Ostheium and Schmitt [42] showed that half a series of
18 patients so investigated had occlusion of the digital
arteries on the side of the compressed subclavian artery.
Conclusion
Careful assessment is required of the patient who
presents with neurological and/or vascular symptoms
in the upper limb, including Raynauds phenomenon.
Thoracic outlet syndrome should be considered with
particular consideration to the following

pain as a primary feature of the presentation;

neurological symptoms or findings suggestive of a


dermatomal distribution, particularly C8 or T1, but
also less commonly at higher levels;

exacerbation of symptoms with elevation of the arm


either given as a part of the history or on examination.
Careful clinical assessment is likely to indicate the
diagnosis.

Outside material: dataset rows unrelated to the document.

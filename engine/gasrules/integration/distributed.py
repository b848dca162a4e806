"""The batch run on a Dask cluster: partitioned Parquet in, partitioned Parquet out.

    summary = run_distributed(rb, "gases/", "results/", BatchOptions(), scheduler="tcp://sched:8786")

The input is one Parquet file or a directory of them (``year=2026/month=03/part-0.parquet``
...; names starting with ``.`` or ``_`` are skipped). Each input file is one task; a single
file is split into one task per group of row groups. Every task runs on a worker the same code
as ``gasrules batch`` (tabular reader -> engine -> flat records -> Parquet part), so the rows of
the output parts, read in sorted path order, are identical to a single-process run over the same
input. The compiled rulebook is scattered to every worker once.

Output: a directory mirroring the input's relative paths (one part per input file, or
``part-00000.parquet``... for a split single file) plus ``_SUCCESS`` holding the summary as
JSON. Everything is written into a hidden ``.NAME.partial-PID`` directory beside the target and
renamed to the target only when every task has succeeded: a failed or killed run never leaves
a directory that looks complete. Workers must see the same filesystem (a shared volume, or run
the tasks where the data is); decision records and shadow mode are single-machine features.
"""

from __future__ import annotations

import json
import os
import shutil
import time
from collections.abc import Sequence
from dataclasses import dataclass, replace
from pathlib import Path
from typing import Any

from gasrules.integration.batch import BatchOptions, BatchSummary, lineage, output_columns, records
from gasrules.tables.readers import TableError, analytes_of, open_table, open_writer, parquet_files

__all__ = ["SUCCESS", "Task", "plan_tasks", "run_distributed", "run_task"]

SUCCESS = "_SUCCESS"
ROW_GROUPS_PER_TASK = 1


@dataclass(frozen=True)
class Task:
    """One unit of work: an input file (optionally some of its row groups) -> one output part."""

    number: int
    source: str
    row_groups: tuple[int, ...] | None
    part: str  # output path relative to the output directory


def plan_tasks(source: str | Path, row_groups_per_task: int = ROW_GROUPS_PER_TASK) -> list[Task]:
    """The tasks for an input, in output order."""
    import pyarrow.parquet as pq

    src = Path(source)
    files = parquet_files(src)
    if src.is_dir():
        names = pq.ParquetFile(files[0]).schema_arrow.names
        for f in files[1:]:  # footers only: every part must have the same columns
            other = pq.ParquetFile(f).schema_arrow.names
            if other != names:
                raise TableError(
                    str(f),
                    f"its columns differ from the first part's ({files[0].relative_to(src)})",
                    ", ".join(names),
                )
        return [Task(i, str(f), None, str(f.relative_to(src))) for i, f in enumerate(files)]
    groups = pq.ParquetFile(src).metadata.num_row_groups
    if groups <= row_groups_per_task:
        return [Task(0, str(src), None, "part-00000.parquet")]
    spans = [
        tuple(range(g, min(g + row_groups_per_task, groups))) for g in range(0, groups, row_groups_per_task)
    ]
    return [Task(i, str(src), span, f"part-{i:05d}.parquet") for i, span in enumerate(spans)]


def run_task(rb: Any, task: Task, options: BatchOptions, out_dir: str) -> dict[str, Any]:
    """On a worker: interpret one task's rows into its output part; return its counts."""
    summary = BatchSummary(output=task.part)
    t0 = time.perf_counter()
    target = Path(out_dir) / task.part
    target.parent.mkdir(parents=True, exist_ok=True)
    local = replace(options, workers=1, progress=False)
    with open_table(
        task.source, analytes_of(rb), mapping=options.mapping, fmt="parquet", row_groups=task.row_groups
    ) as table:
        columns, renames = output_columns(rb, table, local)
        with open_writer(target, columns, "parquet", metadata=lineage(rb)) as writer:
            for block, count in records(rb, table, local, summary, renames=renames, encoder=writer.encoder()):
                writer.write_block(block, count)
    summary.seconds = time.perf_counter() - t0
    out = summary.as_dict()
    out["by_status"] = dict(summary.by_status)
    out["by_disorder"] = dict(summary.by_disorder)
    out["unreadable_rows"] = summary.unreadable
    return out


def _partial_dir(target: Path) -> Path:
    return target.with_name(f".{target.name}.partial-{os.getpid()}")


def _check_target(target: Path) -> None:
    if target.exists() and (not target.is_dir() or any(target.iterdir())):
        raise TableError(
            str(target),
            "already exists and is not an empty directory",
            "a new directory name (results are never written over)",
        )


def run_distributed(
    rb: Any,
    source: str | Path,
    target: str | Path,
    options: BatchOptions | None = None,
    *,
    scheduler: str | None = None,
    local_workers: int | None = None,
    client: Any = None,
    row_groups_per_task: int = ROW_GROUPS_PER_TASK,
) -> BatchSummary:
    """Run the batch over partitioned Parquet on a Dask cluster: an existing ``client``, a
    ``scheduler`` address, or a LocalCluster of ``local_workers`` processes."""
    options = options or BatchOptions()
    if options.out_format not in (None, "parquet"):
        raise TableError("--format", "a distributed run writes partitioned Parquet", "parquet")
    if options.in_format not in (None, "parquet"):
        raise TableError(
            str(source), "a distributed run reads Parquet", "a .parquet file or a directory of them"
        )
    if str(target) == "-":
        raise TableError("-", "a distributed run writes a directory", "an output directory path")
    target = Path(target).resolve()
    _check_target(target)
    tasks = plan_tasks(source, row_groups_per_task)
    partial = _partial_dir(target)
    partial.mkdir(parents=True)
    t0 = time.perf_counter()
    try:
        own = client is None
        if own:
            client, cluster = _connect(scheduler, local_workers)
        try:
            parts = _submit(client, rb, tasks, options, str(partial))
        finally:
            if own:  # close what this run opened, never a caller's client
                client.close()
                if cluster is not None:
                    cluster.close()
        summary = _merge(parts, target, rb)
        summary.seconds = time.perf_counter() - t0
        (partial / SUCCESS).write_text(json.dumps(summary.as_dict(), indent=2) + "\n", encoding="utf-8")
        if target.exists():
            target.rmdir()  # empty (checked above); rename needs it gone
        os.rename(partial, target)
    except BaseException:
        shutil.rmtree(partial, ignore_errors=True)
        raise
    return summary


def _connect(scheduler: str | None, local_workers: int | None) -> tuple[Any, Any]:
    from dask.distributed import Client, LocalCluster

    if scheduler:
        return Client(scheduler), None
    cluster = LocalCluster(
        n_workers=local_workers or 2, threads_per_worker=1, processes=True, dashboard_address=None
    )
    return Client(cluster), cluster


def _submit(
    client: Any, rb: Any, tasks: Sequence[Task], options: BatchOptions, out_dir: str
) -> list[dict[str, Any]]:
    [rb_future] = client.scatter([rb], broadcast=True)
    futures = client.map(
        run_task, [rb_future] * len(tasks), tasks, [options] * len(tasks), [out_dir] * len(tasks), pure=False
    )
    return list(client.gather(futures))


def _merge(parts: Sequence[dict[str, Any]], target: Path, rb: Any) -> BatchSummary:
    summary = BatchSummary(output=str(target), rulebook=dict(rb.identity))
    for p in parts:
        summary.rows += p["rows_in"]
        summary.unreadable += p["unreadable_rows"]
        summary.by_status.update(p["by_status"])
        summary.by_disorder.update(p["by_disorder"])
    summary.notes.append(f"{len(parts)} partitions written under {target}")
    return summary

Although there is variable evidence regarding
the usefulness of postural/ provocative tests, the com-
bination of pulse obliteration and reproduction of
symptoms by such manoeuvres must be useful.
Clinical investigations also appear to have mixed
reviews. Nerve conduction studies are likely to be useful,
if only to exclude other neurological lesions. Plain X-ray
may demonstrate a cervical rib. CT scan is likely to
demonstrate the presence of non-bony lesions. Doppler
studies may be useful, although some studies suggest that
their value is no greater than that of good clinical
assessment. MRI is the investigation of choice.